[Dataset entries]
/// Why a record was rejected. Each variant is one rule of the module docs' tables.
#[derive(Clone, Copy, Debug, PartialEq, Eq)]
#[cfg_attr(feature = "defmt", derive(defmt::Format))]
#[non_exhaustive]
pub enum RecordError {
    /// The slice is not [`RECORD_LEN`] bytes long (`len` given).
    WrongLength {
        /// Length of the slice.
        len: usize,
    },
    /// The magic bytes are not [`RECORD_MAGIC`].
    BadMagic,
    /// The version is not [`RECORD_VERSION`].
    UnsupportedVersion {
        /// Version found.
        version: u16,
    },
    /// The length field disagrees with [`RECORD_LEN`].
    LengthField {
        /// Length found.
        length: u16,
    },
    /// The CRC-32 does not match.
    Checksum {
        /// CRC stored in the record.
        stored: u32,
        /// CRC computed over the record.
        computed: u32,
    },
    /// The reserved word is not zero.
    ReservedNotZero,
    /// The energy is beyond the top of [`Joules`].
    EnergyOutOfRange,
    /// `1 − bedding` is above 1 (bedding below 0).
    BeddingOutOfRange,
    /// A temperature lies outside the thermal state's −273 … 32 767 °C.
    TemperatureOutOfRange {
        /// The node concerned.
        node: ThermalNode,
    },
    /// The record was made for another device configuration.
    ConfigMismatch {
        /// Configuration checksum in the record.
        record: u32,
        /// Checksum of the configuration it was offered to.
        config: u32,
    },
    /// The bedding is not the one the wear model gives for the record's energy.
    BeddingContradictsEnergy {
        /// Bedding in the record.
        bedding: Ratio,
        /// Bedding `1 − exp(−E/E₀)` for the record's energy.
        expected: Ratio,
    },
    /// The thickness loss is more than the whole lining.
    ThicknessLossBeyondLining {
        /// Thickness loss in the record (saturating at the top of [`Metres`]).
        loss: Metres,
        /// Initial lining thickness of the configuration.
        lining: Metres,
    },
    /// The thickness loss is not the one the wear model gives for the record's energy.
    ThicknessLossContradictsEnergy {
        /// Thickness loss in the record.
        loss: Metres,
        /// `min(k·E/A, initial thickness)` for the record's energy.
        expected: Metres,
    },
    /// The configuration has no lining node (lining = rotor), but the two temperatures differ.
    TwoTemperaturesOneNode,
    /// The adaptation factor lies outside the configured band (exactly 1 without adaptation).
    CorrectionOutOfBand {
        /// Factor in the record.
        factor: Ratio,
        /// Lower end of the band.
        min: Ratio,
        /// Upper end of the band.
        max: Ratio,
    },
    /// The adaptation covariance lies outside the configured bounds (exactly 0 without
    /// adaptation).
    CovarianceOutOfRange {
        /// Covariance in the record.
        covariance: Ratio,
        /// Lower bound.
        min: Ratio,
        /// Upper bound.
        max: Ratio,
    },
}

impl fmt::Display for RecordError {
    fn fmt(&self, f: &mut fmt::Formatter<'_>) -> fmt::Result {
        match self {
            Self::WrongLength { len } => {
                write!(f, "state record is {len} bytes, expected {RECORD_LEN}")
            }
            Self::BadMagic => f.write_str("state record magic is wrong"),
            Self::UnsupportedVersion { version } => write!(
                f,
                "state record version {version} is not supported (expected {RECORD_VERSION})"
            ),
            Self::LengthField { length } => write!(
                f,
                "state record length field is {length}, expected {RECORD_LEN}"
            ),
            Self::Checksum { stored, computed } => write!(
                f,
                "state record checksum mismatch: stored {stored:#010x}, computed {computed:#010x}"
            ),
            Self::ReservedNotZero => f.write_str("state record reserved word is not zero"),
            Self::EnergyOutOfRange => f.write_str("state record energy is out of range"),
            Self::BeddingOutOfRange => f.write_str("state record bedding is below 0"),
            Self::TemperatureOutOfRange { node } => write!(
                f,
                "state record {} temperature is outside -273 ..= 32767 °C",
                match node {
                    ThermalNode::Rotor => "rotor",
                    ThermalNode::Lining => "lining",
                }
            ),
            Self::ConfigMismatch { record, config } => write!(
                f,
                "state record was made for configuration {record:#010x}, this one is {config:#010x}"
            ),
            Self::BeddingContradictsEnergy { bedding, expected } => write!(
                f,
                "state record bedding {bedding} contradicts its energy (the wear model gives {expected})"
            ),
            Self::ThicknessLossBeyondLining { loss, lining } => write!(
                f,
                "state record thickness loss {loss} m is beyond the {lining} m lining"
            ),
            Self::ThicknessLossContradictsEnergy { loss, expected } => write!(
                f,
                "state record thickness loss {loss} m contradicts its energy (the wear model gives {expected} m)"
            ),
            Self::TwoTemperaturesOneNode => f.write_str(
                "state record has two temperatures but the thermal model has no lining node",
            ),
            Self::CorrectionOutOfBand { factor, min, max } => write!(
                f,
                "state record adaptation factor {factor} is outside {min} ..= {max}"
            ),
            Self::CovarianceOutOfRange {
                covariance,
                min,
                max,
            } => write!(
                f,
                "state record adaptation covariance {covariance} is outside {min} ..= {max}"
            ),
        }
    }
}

* * *

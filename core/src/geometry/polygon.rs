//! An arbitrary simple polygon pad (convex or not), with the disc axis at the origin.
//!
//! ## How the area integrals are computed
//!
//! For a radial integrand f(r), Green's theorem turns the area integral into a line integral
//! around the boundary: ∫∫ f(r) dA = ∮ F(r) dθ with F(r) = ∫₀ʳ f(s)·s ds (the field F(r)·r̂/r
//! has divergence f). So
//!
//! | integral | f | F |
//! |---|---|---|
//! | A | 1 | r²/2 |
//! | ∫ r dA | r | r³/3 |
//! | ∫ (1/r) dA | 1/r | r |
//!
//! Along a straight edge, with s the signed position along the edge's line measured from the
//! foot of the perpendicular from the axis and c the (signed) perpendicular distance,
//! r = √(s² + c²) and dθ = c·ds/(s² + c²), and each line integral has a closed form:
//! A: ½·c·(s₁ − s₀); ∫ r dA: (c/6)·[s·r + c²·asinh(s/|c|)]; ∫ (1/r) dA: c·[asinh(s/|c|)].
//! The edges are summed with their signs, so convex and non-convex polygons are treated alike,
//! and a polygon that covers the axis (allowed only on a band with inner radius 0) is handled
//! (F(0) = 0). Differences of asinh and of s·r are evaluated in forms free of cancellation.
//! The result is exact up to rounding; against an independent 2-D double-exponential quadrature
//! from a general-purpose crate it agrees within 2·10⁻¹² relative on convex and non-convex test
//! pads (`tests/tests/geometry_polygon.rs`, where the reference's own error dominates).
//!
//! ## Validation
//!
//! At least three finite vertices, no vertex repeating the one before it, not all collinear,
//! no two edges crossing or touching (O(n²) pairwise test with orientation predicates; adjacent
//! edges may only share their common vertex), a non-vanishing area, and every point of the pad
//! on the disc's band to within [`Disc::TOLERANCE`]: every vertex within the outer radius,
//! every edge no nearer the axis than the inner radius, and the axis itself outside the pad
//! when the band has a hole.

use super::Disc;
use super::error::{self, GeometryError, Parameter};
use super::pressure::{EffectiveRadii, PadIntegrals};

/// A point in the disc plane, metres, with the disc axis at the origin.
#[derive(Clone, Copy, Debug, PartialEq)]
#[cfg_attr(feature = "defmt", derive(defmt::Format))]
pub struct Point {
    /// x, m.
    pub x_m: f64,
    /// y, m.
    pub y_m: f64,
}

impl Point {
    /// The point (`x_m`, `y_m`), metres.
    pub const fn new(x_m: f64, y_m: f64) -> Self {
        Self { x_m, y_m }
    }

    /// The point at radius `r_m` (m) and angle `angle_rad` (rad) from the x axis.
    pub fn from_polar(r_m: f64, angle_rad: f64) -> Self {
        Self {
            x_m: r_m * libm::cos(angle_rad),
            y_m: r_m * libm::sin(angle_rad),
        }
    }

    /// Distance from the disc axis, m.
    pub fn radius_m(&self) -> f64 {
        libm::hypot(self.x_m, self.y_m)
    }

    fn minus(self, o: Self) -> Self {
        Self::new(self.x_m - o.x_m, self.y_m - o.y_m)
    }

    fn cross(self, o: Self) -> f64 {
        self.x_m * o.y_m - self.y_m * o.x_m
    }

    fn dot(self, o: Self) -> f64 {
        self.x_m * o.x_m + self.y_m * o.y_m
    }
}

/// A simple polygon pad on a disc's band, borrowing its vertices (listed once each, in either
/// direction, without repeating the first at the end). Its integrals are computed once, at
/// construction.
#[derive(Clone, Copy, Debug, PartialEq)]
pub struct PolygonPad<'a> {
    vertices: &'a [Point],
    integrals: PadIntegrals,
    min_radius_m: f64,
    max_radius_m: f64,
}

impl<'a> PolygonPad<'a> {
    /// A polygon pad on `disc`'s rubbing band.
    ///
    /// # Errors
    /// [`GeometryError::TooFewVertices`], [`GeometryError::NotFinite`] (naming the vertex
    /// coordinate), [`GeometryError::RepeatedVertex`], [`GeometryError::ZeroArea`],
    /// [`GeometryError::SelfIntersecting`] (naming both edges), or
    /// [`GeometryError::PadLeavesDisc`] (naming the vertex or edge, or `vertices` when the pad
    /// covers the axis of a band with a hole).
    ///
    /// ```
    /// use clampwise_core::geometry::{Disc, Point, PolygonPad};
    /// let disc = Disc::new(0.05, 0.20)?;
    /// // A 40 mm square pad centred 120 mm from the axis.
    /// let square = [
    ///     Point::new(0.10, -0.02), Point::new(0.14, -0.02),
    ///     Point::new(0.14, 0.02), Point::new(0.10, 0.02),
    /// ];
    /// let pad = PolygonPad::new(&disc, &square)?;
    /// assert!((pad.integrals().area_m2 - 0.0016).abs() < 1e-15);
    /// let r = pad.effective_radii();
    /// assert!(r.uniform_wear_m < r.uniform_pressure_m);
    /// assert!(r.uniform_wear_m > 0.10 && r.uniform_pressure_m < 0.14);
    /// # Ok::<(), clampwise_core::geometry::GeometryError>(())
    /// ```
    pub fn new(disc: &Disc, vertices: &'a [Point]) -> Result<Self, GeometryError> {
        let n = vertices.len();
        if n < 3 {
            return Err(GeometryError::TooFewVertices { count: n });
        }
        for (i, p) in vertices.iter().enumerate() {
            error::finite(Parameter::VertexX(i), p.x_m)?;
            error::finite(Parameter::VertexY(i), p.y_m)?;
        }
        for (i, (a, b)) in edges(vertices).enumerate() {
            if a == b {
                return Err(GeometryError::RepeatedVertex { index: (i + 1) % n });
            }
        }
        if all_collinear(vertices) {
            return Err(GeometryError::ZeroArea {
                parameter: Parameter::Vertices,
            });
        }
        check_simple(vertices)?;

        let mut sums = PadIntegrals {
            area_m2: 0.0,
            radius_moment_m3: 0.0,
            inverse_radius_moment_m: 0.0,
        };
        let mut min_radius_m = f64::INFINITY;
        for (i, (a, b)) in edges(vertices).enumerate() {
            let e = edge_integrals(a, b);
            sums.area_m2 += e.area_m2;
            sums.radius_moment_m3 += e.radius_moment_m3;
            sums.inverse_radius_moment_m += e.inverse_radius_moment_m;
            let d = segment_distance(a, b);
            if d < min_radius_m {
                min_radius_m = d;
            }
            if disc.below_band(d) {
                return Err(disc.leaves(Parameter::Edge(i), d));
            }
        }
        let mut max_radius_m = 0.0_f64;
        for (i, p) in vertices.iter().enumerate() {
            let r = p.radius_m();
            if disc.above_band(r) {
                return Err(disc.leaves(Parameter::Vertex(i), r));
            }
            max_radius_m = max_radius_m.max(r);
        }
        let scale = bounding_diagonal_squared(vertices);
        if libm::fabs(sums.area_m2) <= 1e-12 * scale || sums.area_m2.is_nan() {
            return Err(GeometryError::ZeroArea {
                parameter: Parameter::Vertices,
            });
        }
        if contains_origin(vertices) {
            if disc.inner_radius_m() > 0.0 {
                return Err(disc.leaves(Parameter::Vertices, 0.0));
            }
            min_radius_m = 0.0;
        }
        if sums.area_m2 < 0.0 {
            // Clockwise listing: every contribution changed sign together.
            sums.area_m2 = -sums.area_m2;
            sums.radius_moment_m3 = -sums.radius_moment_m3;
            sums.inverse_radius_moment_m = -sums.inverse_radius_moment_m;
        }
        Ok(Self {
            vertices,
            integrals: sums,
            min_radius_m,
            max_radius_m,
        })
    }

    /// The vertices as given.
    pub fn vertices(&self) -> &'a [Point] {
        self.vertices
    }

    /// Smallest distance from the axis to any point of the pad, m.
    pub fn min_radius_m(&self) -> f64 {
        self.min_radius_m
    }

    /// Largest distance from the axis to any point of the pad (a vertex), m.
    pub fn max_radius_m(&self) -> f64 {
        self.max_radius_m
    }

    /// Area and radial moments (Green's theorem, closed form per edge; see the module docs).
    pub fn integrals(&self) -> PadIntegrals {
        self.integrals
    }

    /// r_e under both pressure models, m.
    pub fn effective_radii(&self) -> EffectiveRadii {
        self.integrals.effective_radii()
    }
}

* * *

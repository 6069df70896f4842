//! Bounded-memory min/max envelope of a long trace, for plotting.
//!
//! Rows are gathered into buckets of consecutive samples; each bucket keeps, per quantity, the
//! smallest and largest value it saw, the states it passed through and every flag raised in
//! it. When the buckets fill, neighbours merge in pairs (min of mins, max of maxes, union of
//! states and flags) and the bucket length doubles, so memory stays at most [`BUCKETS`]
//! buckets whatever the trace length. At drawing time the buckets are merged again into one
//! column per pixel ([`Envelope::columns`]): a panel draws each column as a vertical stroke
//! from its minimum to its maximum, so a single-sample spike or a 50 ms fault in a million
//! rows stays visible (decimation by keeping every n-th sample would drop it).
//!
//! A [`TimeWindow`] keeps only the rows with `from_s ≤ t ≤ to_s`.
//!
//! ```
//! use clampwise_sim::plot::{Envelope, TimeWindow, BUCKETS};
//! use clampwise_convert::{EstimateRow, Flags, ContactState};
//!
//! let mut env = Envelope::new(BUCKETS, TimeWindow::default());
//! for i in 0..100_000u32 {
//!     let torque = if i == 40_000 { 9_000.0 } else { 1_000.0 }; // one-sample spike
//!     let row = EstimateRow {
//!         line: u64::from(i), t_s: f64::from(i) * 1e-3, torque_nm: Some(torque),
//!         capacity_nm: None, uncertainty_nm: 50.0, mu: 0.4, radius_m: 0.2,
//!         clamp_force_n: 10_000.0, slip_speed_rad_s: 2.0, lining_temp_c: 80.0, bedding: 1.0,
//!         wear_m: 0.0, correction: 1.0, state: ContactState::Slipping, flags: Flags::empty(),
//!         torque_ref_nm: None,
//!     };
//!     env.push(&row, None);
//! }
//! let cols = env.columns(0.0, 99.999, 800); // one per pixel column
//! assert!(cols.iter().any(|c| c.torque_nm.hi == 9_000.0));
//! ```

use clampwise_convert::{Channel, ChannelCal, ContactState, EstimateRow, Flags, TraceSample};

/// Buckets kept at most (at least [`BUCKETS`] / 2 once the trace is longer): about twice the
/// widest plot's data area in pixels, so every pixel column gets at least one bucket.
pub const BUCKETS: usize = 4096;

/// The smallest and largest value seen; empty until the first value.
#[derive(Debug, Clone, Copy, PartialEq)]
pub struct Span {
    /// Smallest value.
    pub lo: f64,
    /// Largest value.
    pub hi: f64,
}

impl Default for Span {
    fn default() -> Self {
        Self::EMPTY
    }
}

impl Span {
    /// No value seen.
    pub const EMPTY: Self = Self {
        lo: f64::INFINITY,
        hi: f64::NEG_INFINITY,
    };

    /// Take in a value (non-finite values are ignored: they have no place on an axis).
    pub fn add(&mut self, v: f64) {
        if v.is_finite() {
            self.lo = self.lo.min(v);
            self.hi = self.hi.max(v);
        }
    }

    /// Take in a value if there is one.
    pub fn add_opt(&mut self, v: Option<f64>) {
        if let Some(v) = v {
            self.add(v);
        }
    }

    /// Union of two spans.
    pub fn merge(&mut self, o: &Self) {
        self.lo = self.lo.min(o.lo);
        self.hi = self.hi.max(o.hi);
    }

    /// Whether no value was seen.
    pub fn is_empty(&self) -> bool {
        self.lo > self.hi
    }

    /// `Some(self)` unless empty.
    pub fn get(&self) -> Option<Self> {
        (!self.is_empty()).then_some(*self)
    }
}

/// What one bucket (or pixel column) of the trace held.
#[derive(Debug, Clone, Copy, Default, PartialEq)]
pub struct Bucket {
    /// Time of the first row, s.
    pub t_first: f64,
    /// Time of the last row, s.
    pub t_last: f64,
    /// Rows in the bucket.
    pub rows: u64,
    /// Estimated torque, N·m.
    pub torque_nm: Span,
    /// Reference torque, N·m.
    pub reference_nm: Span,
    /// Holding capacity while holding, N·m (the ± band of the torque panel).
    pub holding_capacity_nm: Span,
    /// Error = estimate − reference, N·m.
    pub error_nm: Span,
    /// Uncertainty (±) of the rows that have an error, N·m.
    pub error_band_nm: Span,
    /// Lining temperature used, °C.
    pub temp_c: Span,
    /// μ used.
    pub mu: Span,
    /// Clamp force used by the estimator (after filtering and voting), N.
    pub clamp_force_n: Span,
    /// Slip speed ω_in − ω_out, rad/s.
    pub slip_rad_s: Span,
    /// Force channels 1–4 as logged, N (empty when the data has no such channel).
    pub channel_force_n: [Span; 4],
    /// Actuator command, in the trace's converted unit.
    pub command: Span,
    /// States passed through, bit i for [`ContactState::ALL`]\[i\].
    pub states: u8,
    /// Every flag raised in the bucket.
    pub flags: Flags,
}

WHAT NEEDS TO BE DONE: In the records above, how many lines contain the string "BeddingContradictsEnergy"? State that number only.

SOLVED PROBLEM: 2